Stored data
↓
#pragma once
// The SHA-256 of a whole file, read in blocks (an import file may be hundreds of megabytes).
#include <filesystem>
#include <string>

namespace plumb::store {

/// Lowercase hex SHA-256 of the file's bytes; InputError naming `field` when it cannot be read.
std::string sha256_of_file(const std::filesystem::path& file, std::string_view field);

}  // namespace plumb::store
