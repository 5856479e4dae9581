#include "store/database.hpp"

#include <SQLiteCpp/Transaction.h>
#include <fmt/format.h>
#include <sqlite3.h>

#include <sys/stat.h>

#include <cerrno>
#include <cstdlib>
#include <cstring>
#include <string>
#include <vector>

#include "core/errors.hpp"
#include "core/natural_order.hpp"
#include "store/embedded.hpp"
#include "store/file_access.hpp"
#include "store/private_file.hpp"

namespace plumb::store {
namespace {

int migration_number(std::string_view name) {
  int n = 0;
  for (char c : name) {
    if (c < '0' || c > '9') break;
    n = n * 10 + (c - '0');
  }
  return n;
}

int natural_collation(void*, int a_size, const void* a, int b_size, const void* b) {
  return compare_natural(std::string_view(static_cast<const char*>(a), static_cast<std::size_t>(a_size)),
                         std::string_view(static_cast<const char*>(b), static_cast<std::size_t>(b_size)));
}

/// The folders plumb makes for a new database are mode 0700 and the file 0600 (SQLite gives its -wal and -shm
/// files the mode of the database): the lab's records are readable by their owner only, or with a lab group
/// (store/file_access.hpp) 02770 and 0660, the group's.
void create_private_database_file(const std::filesystem::path& path) {
  std::vector<std::filesystem::path> missing;
  for (auto p = path.parent_path(); !p.empty() && !std::filesystem::exists(p); p = p.parent_path())
    missing.push_back(p);
  for (auto it = missing.rbegin(); it != missing.rend(); ++it)
    if (::mkdir(it->c_str(), record_folder_mode()) == 0)
      give_to_lab_group(-1, it->c_str());
    else if (errno != EEXIST)
      throw StorageError(fmt::format("cannot create the folder \"{}\": {}.", it->string(), std::strerror(errno)));
  if (!std::filesystem::exists(path)) create_private_file(path);
}

}  // namespace

void register_natural_collation(SQLite::Database& db) {
  if (sqlite3_create_collation_v2(db.getHandle(), "natural_id", SQLITE_UTF8, nullptr, natural_collation, nullptr) !=
      SQLITE_OK)
    throw StorageError(fmt::format("cannot register the natural collation: {}", sqlite3_errmsg(db.getHandle())));
}

std::filesystem::path default_database_path() {
  if (const char* env = std::getenv("PLUMB_DB"); env && *env) return env;
  if (const char* xdg = std::getenv("XDG_DATA_HOME"); xdg && *xdg)
    return std::filesystem::path(xdg) / "plumb" / "plumb.db";
  const char* home = std::getenv("HOME");
  return std::filesystem::path(home ? home : ".") / ".local" / "share" / "plumb" / "plumb.db";
}

Database::Database(const std::filesystem::path& path, Open mode) : path_(path) {
  if (mode == Open::existing && !std::filesystem::exists(path))
    throw InputError(fmt::format("database \"{}\" does not exist; create it with `plumb --db {} init --lab NAME`.",
                                 path.string(), path.string()));
  if (mode == Open::create) create_private_database_file(path);
  try {
    // One connection per process, used by one thread: SQLite's per-call mutexes are not needed.
    const int flags = (mode == Open::create ? (SQLite::OPEN_READWRITE | SQLite::OPEN_CREATE) : SQLite::OPEN_READWRITE) |
                      SQLite::OPEN_NOMUTEX;
    db_ = std::make_unique<SQLite::Database>(path.string(), flags);
    // Concurrent writers wait rather than fail: "database is locked" must not reach the user.
    db_->setBusyTimeout(30000);
    db_->exec("PRAGMA foreign_keys = ON");
    register_natural_collation(*db_);
    if (mode == Open::create) {
      // 8 KiB pages for a new database (SQLite's default is 4 KiB): a check run's stored results and its
      // audit record are 1-2 KiB each, and larger pages mean fewer page splits and write-ahead-log frames
      // per run (a 1,000,000-reading import commits about 30 % faster). No effect on an existing database.
      db_->exec("PRAGMA page_size = 8192");
      db_->exec("PRAGMA journal_mode = WAL");
    }
    db_->exec("PRAGMA synchronous = NORMAL");
    migrate();
  } catch (const SQLite::Exception& e) {
    throw StorageError(fmt::format("cannot open database \"{}\": {}", path.string(), e.what()));
  }
}

int Database::schema_version() const {
  return db_->execAndGet("PRAGMA user_version").getInt();
}

void Database::migrate() {
  const int current = schema_version();
  const auto& all = embedded::migrations();
  if (!all.empty() && current > migration_number(all.back().name))
    throw StorageError(fmt::format("database \"{}\" has schema version {}, newer than this plumb understands ({}).",
                                   path_.string(), current, migration_number(all.back().name)));
  for (const auto& m : all) {
    const int n = migration_number(m.name);
    if (n <= current) continue;
    SQLite::Transaction tx(*db_, SQLite::TransactionBehavior::IMMEDIATE);
    // Re-read inside the write lock: another process may have migrated meanwhile.
    if (schema_version() >= n) continue;
    db_->exec(std::string(m.sql));
    db_->exec(fmt::format("PRAGMA user_version = {}", n));
    tx.commit();
  }
}

}  // namespace plumb::store
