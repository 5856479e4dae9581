#pragma once
// A stored certificate (its JSON document and its standing today) as the one Document every rendering draws:
// PDF, text, HTML and the JSON list of labelled values. The parts every certificate has (lab header, number,
// status and mark, the certificate's identification and amendment, customer, instrument, verdict, decision rule,
// the statement that results relate only to the item, signatures, caution, content hash) are built here; the
// sections in between come from the certificate's kind. doc/certificates.md maps each ISO/IEC 17025 7.8 item
// to the field that carries it.
//
// Each procedure's sections live in report/<procedure domain>/certificate_sections.cpp and are chosen by a
// switch over the procedure registry (checks/procedure.hpp) in certificates/document.cpp. A certificate of a
// kind the registry does not know still renders: its check results are listed as key-value pairs.
#include <nlohmann/json.hpp>
#include <string>

#include "report/document/document.hpp"

namespace plumb::report {

/// `shown` is the stored content with "content_sha256" and "status" beside it (app::certificate_document); without a
/// "status" the certificate is drawn as the draft it is when issued.
Document certificate_document(const nlohmann::json& shown);

// Section builders of the kinds plumb issues, and helpers they share.
void balance_check_sections(const nlohmann::json& certificate, Document& doc);
void balance_calibration_sections(const nlohmann::json& certificate, Document& doc);
void pipette_check_sections(const nlohmann::json& certificate, Document& doc);
/// The recent history chart stored with a certificate ("history"), if any.
void history_chart_section(const nlohmann::json& certificate, Document& doc);
/// A JSON value as certificate text: strings as they are, numbers with up to `significant` digits, "-" for null.
std::string cell(const nlohmann::json& j, const char* key, int significant = 6);

}  // namespace plumb::report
↑
Copy word for word the stretch of entries above from the line that has "void balance_calibration_sections(const nlohmann::json&" through the line that has "void history_chart_section(const nlohmann::json&", both ends included, and nothing outside it.

**Exercise answer:**
void balance_calibration_sections(const nlohmann::json& certificate, Document& doc);
void pipette_check_sections(const nlohmann::json& certificate, Document& doc);
/// The recent history chart stored with a certificate ("history"), if any.
void history_chart_section(const nlohmann::json& certificate, Document& doc);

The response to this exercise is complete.